**Exercise goal**
For the word "rows", report how many lines of the records below contain it, and nothing more.

**Data provided**
+++++

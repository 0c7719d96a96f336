import type { z } from "zod";
import { countVerdicts } from "../../shared/planning/try-changes";
import type {
  PlanChange,
  PlanFilter,
  PlanPage,
  PlanRow,
  PlanView,
} from "../../shared/schemas/plan";
import type { KeptTimetable } from "../../shared/schemas/timetable";
import type { PlanOutcome } from "../../shared/schemas/tried";
import { decodeCursor, pageFrom } from "../lib/cursor";
import { rows } from "../lib/db";
import { only } from "../lib/only";
import { type Actor, abilities, visible } from "../lib/policy";
import { dayPolicy, planPolicy } from "../policies";
import { findingsToMend, stepOwners, stepsOf } from "./plan-steps";

interface Found extends Omit<PlanRow, "scope" | "before" | "after" | "can" | "keptAt"> {
  keptAt: Date;
  siteId: string;
  siteName: string;
  scopeKind: PlanRow["scope"]["scopeKind"];
  scopeId: string;
  scopeName: string | null;
  baseDate: string;
  methodVersion: number;
  changes: PlanChange[];
  timetable: KeptTimetable | null;
  outcome: PlanOutcome;
  sortedAt: string;
}

const SELECT = `SELECT p.id, p.name, p.kind, p.site_id AS "siteId", s.name AS "siteName", p.scope_kind AS "scopeKind", p.scope_id AS "scopeId",
    CASE p.scope_kind WHEN 'worker' THEN (SELECT name FROM workers WHERE id = p.scope_id) WHEN 'job' THEN (SELECT name FROM jobs WHERE id = p.scope_id)
      WHEN 'crew' THEN (SELECT name FROM crews WHERE id = p.scope_id) ELSE (SELECT name FROM areas WHERE id = p.scope_id) END AS "scopeName",
    p.goal, p.governing_rule_set AS "ruleSetKey", p.governing_version AS "ruleSetVersion", p.method_version AS "methodVersion",
    p.kept_at AS "keptAt", p.kept_at::text AS "sortedAt", u.name AS "authorName", p.put_aside_reason AS "putAsideReason",
    jsonb_array_length(p.changes) AS "changesCount", p.base_date::text AS "baseDate", p.changes, p.timetable, p.outcome, p.revision,
    k.open AS "stepsOpen", k.count AS "stepsCount"
  FROM plans p JOIN sites s ON s.id = p.site_id LEFT JOIN users u ON u.id = p.author_id
    CROSS JOIN LATERAL (SELECT count(*)::int AS count, count(*) FILTER (WHERE x.state = 'open')::int AS open FROM plan_steps x WHERE x.plan_id = p.id) k`;

/** Kept plans, the latest first. */
export async function listPlans(
  actor: Actor,
  { siteId, state, cursor, limit }: z.output<typeof PlanFilter>,
): Promise<z.input<typeof PlanPage>> {
  const after = decodeCursor(cursor, 2);
  const found = await rows<Found>(
    `${SELECT} WHERE ${visible(planPolicy, actor, "p")} AND (CAST(:siteId AS uuid) IS NULL OR p.site_id = :siteId)
       AND (:state = 'all' OR p.put_aside_reason IS NULL)
       AND (CAST(:at AS timestamptz) IS NULL OR (p.kept_at, p.id) < (CAST(:at AS timestamptz), CAST(:id AS uuid)))
     ORDER BY p.kept_at DESC, p.id DESC LIMIT :limit`,
    {
      siteId: siteId ?? null,
      state,
      at: after?.[0] ?? null,
      id: after?.[1] ?? null,
      limit: limit + 1,
    },
  );
  const page = pageFrom(found, limit, ({ sortedAt, id }) => [sortedAt, id]);
  return { rows: page.rows.map((one) => toRow(actor, one)), next: page.next };
}

function toRow(actor: Actor, one: Found): z.input<typeof PlanRow> {
  const { scopeKind, scopeId, scopeName, siteId, siteName, outcome, ...facts } = one;
  const count = (when: "before" | "after") =>
    countVerdicts(outcome.workers.map((worker) => worker[when]));
  const worst = (levels: (number | null)[]) =>
    levels.reduce<number | null>(
      (high, level) => (level === null ? high : Math.max(high ?? level, level)),
      null,
    );
  return {
    id: facts.id,
    name: facts.name,
    kind: facts.kind,
    scope: { scopeKind, scopeId, name: scopeName ?? "", siteId, siteName },
    goal: facts.goal,
    ruleSetKey: facts.ruleSetKey,
    ruleSetVersion: facts.ruleSetVersion,
    keptAt: facts.keptAt.toISOString(),
    authorName: facts.authorName,
    putAsideReason: facts.putAsideReason,
    changesCount: facts.changesCount,
    stepsOpen: facts.stepsOpen,
    stepsCount: facts.stepsCount,
    before: count("before"),
    after: count("after"),
    worstOutsideDb: worst(outcome.workers.map(({ after }) => after.outsideDb)),
    worstAtEarDb: worst(outcome.workers.map(({ after }) => after.atEarDb)),
    revision: facts.revision,
    can: abilities(planPolicy, actor, { siteId }),
  };
}

/** A plan with its changes, what they were expected to do, and what has been found since. */
export async function planView(actor: Actor, id: string): Promise<z.input<typeof PlanView>> {
  const one = only(
    await rows<Found>(`${SELECT} WHERE p.id = :id AND ${visible(planPolicy, actor, "p")}`, { id }),
  );
  const row = toRow(actor, one);
  return {
    ...row,
    baseDate: one.baseDate,
    methodVersion: one.methodVersion,
    changes: one.changes,
    timetable: one.timetable,
    outcome: one.outcome,
    steps: await stepsOf(one.id),
    owners: row.can.step ? await stepOwners(one.siteId) : [],
    findings: row.can.step
      ? await findingsToMend(
          actor,
          one.outcome.workers.map(({ workerId }) => workerId),
        )
      : [],
    names: await namesOf(one.changes),
    since: await since(actor, one),
  };
}

/** Names of the tasks, workers and protectors that changes speak of, by id. */
async function namesOf(changes: readonly PlanChange[]): Promise<Record<string, string>> {
  const ids = JSON.stringify(changes).match(/[0-9a-f]{8}(?:-[0-9a-f]{4}){3}-[0-9a-f]{12}/g) ?? [];
  const found = await rows<{ id: string; name: string }>(
    `SELECT id, name FROM tasks WHERE id = ANY (CAST(:ids AS uuid[])) UNION ALL SELECT id, name FROM workers WHERE id = ANY (CAST(:ids AS uuid[]))
     UNION ALL SELECT id, name FROM protector_models WHERE id = ANY (CAST(:ids AS uuid[]))`,
    { ids: `{${[...new Set(ids)].join(",")}}` },
  );
  return Object.fromEntries(found.map(({ id, name }) => [id, name]));
}

/**
 * Each worker's latest judged day after the one on which the plan was kept, with its verdict on the plan's goal. By the
 * same rules only: another rule set has another goal.
 */
async function since(actor: Actor, plan: Found): Promise<z.input<typeof PlanView>["since"]> {
  const found = await rows<{
    workerId: string;
    date: string;
    outsideDb: number | null;
    atEarDb: number | null;
    verdict: PlanOutcome["workers"][number]["after"]["verdict"] | null;
    grade: string;
  }>(
    `SELECT DISTINCT ON (d.worker_id) d.worker_id AS "workerId", d.date::text AS date, r.outside_db AS "outsideDb",
       coalesce(r.at_ear_counted_db, r.at_ear_db) AS "atEarDb", r.grade,
       (SELECT c->>'verdict' FROM jsonb_array_elements(r.criteria->'governing') c WHERE c->>'criterionId' = :goal LIMIT 1) AS verdict
     FROM days d JOIN day_results r ON r.id = d.current_result_id
     WHERE d.worker_id = ANY (CAST(:ids AS uuid[])) AND d.date > CAST(:date AS date) AND r.governing_rule_set = :ruleSet AND ${visible(dayPolicy, actor, "d")}
     ORDER BY d.worker_id, d.date DESC`,
    {
      ids: `{${plan.outcome.workers.map(({ workerId }) => workerId).join(",")}}`,
      date: plan.baseDate,
      goal: plan.goal,
      ruleSet: plan.ruleSetKey,
    },
  );
  return found.map((one) => ({ ...one, verdict: one.verdict ?? "not-assessed" }));
}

+++++

**Answer box**
6